» Stored data entries:
╭──
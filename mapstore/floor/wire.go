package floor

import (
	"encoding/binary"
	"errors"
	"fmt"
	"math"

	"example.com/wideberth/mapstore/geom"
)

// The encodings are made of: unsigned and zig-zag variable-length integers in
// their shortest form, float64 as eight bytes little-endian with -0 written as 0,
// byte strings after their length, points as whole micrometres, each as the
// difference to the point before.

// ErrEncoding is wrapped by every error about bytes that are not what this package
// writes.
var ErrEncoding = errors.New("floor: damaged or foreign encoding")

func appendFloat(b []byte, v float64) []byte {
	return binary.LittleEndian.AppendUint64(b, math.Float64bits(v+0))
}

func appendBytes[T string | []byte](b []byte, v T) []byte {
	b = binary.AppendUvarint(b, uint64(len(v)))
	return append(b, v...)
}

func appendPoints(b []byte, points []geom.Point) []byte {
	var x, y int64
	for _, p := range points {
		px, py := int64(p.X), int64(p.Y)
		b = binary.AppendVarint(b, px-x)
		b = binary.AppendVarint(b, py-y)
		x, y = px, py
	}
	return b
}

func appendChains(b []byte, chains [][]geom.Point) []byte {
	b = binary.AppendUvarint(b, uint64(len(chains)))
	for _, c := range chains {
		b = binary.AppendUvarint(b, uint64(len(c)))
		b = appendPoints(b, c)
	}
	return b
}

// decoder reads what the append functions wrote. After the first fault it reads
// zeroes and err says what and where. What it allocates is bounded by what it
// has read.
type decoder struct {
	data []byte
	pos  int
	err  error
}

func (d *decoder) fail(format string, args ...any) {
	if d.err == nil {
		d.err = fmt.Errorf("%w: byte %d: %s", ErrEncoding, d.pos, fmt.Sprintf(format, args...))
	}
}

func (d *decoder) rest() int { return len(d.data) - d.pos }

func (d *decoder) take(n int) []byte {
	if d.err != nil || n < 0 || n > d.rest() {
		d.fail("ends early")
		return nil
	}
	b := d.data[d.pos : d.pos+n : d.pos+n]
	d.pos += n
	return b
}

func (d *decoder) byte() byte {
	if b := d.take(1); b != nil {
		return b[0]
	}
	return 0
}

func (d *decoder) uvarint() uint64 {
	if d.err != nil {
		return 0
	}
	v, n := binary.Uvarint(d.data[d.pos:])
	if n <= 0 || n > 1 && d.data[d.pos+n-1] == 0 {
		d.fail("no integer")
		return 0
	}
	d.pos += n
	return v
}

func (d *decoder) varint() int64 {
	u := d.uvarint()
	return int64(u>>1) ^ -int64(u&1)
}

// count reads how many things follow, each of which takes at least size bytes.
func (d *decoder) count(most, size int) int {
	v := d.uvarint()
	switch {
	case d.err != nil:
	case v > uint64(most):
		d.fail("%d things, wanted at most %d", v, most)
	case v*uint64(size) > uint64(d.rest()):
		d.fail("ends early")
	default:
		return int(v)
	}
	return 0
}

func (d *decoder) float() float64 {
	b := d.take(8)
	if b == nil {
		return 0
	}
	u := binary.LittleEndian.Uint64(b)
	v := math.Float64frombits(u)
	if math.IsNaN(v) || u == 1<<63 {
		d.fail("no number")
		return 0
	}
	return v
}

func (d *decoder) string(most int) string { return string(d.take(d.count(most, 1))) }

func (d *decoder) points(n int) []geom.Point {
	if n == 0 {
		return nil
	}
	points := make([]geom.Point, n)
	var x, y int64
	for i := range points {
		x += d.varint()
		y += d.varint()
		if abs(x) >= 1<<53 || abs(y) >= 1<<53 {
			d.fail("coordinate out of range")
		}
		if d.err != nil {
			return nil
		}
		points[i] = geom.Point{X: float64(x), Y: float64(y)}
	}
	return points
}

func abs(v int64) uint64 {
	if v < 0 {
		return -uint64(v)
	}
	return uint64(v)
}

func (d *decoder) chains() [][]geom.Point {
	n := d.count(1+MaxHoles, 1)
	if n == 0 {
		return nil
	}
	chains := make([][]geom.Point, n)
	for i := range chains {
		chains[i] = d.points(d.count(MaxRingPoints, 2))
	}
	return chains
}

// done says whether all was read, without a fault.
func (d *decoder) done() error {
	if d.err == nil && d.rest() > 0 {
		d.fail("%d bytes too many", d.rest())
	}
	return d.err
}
╰──
» Work to complete: Please go through the data and copy each line containing the word "format".

» Output of the task:
func (d *decoder) fail(format string, args ...any) {
		d.err = fmt.Errorf("%w: byte %d: %s", ErrEncoding, d.pos, fmt.Sprintf(format, args...))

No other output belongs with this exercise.